Simulated Author's Rebuttal

2 responses · 0 unresolved

We thank the referee for the constructive comments on our manuscript. We address each major comment below with clarifications on the formal guarantees provided in the paper and indicate the revisions we will make to improve clarity and explicitness.

read point-by-point responses

Referee: [Abstract and abstraction construction section] Abstract and the section on finite abstraction construction: The central claim that the abstraction 'contains the true behaviors of the original system' and that verification results map back without omitting violating trajectories is load-bearing. For an unknown system the kernel learner is necessarily data-driven; the manuscript must supply explicit, computable error bounds (or Lipschitz-style assumptions) that propagate through the abstraction and cover trajectories outside the training distribution.
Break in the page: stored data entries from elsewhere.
#[test]
fn json_top_level_shape_and_several_cells() {
    let mut a = report(vec![tj()], vec![tj_check()]);
    a.warnings.push(WarningRow {
        source: "u1".into(),
        text: "within 10 K of tj_max".into(),
    });
    let b = report(
        vec![number("vin", true, 12.0, Dim::VOLTAGE, false, "12.0 V")],
        vec![],
    );
    let data = results_json(&[&a, &b]);
    assert_eq!(
        keys(&data),
        ["version", "values", "checks", "warnings", "sweeps"]
    );
    assert_eq!(data["version"], 1);
    assert_eq!(data["values"].as_array().map(Vec::len), Some(2));
    assert_eq!(data["values"][1]["name"], "vin");
    assert_eq!(data["warnings"][0]["source"], "u1");
    assert_eq!(data["warnings"][0]["text"], "within 10 K of tj_max");
    assert_all_finite(&data);

    let empty = results_json(&[&CellReport::default()]);
    for k in ["values", "checks", "warnings", "sweeps"] {
        assert_eq!(empty[k], Value::Array(vec![]), "{k}");
    }
}

#[cfg(debug_assertions)]
#[test]
#[should_panic(expected = "non-finite")]
fn json_refuses_non_finite_numbers() {
    let bad = number("x", false, f64::NAN, Dim::VOLTAGE, false, "NaN V");
    let _ = results_json(&[&report(vec![bad], vec![])]);
}

#[test]
fn json_units_are_coherent_si() {
    let rows = vec![
        number("vin", true, 12.0, Dim::VOLTAGE, false, "12.0 V"),
        number("θ", false, 6.4, Dim::THERMAL_RESISTANCE, false, "6.40 K/W"),
        number("η", false, 0.85, Dim::NONE, false, "0.850"),
        number("iload", true, 0.18, Dim::CURRENT, false, "180 mA"),
    ];
    let data = results_json(&[&report(rows, vec![])]);
    let units: Vec<&str> = (0..4)
        .map(|i| data["values"][i]["unit"].as_str().unwrap_or_default())
        .collect();
    // 85 % is the pure number 0.85: unit "1"; 180 mA is 0.18 A.
    assert_eq!(units, ["V", "K/W", "1", "A"]);
    assert_eq!(data["values"][2]["si"].as_f64(), Some(0.85));
    assert_eq!(data["values"][3]["si"].as_f64(), Some(0.18));
}

fn sweep_of(n: usize) -> SweepTable {
    let points: Vec<f64> = (0..n).map(|i| i as f64 * 1e-3).collect();
    let mut nominal: Vec<f64> = (0..n).map(|i| 300.0 + (i as f64) * 1e-3).collect();
    // A spike and a dip away from the ends, which decimation must keep.
    nominal[1234 % n] = 500.0;
    nominal[777 % n] = 100.0;
    let max: Vec<f64> = nominal.iter().map(|x| x + 1.0).collect();
    SweepTable {
        over: "iload".into(),
        dim: Dim::CURRENT,
        absolute: false,
        points,
        series: vec![SweepSeries {
            name: "tj".into(),
            dim: Dim::TEMPERATURE,
            absolute: true,
            nominal,
            min: None,
            max: Some(max),
        }],
        limits: Vec::new(),
    }
}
Absent such bounds the overapproximation guarantee does not hold for every possible behavior.

Authors: We agree that explicit propagation of error bounds is essential for rigor in the data-driven setting. Section 4 of the manuscript already derives computable error bounds for the kernel-based learner under Lipschitz continuity assumptions on the latent dynamics, with these bounds incorporated into the finite abstraction construction to ensure overapproximation of all behaviors consistent with the learned model plus the estimated deviation. The abstraction is constructed to cover worst-case deviations, including those outside the training set, via the Lipschitz constant and a uniform error term derived from the data. However, we acknowledge that the abstract and the main text could state these assumptions and their propagation more explicitly. We will revise the abstract and add a dedicated paragraph in the abstraction construction section detailing the bound computation and its coverage of out-of-distribution trajectories. revision: yes
Referee: [Convex autoencoder and embedding section] Section on convex autoencoder and latent-space embedding: Convexity is invoked to ensure a faithful embedding, yet it is unclear how this property, together with the reconstruction map, guarantees that every original trajectory has a corresponding latent trajectory whose abstraction overapproximates it without loss. A concrete proof obligation or counter-example argument showing preservation of all behaviors (including those that would violate the specification) is needed.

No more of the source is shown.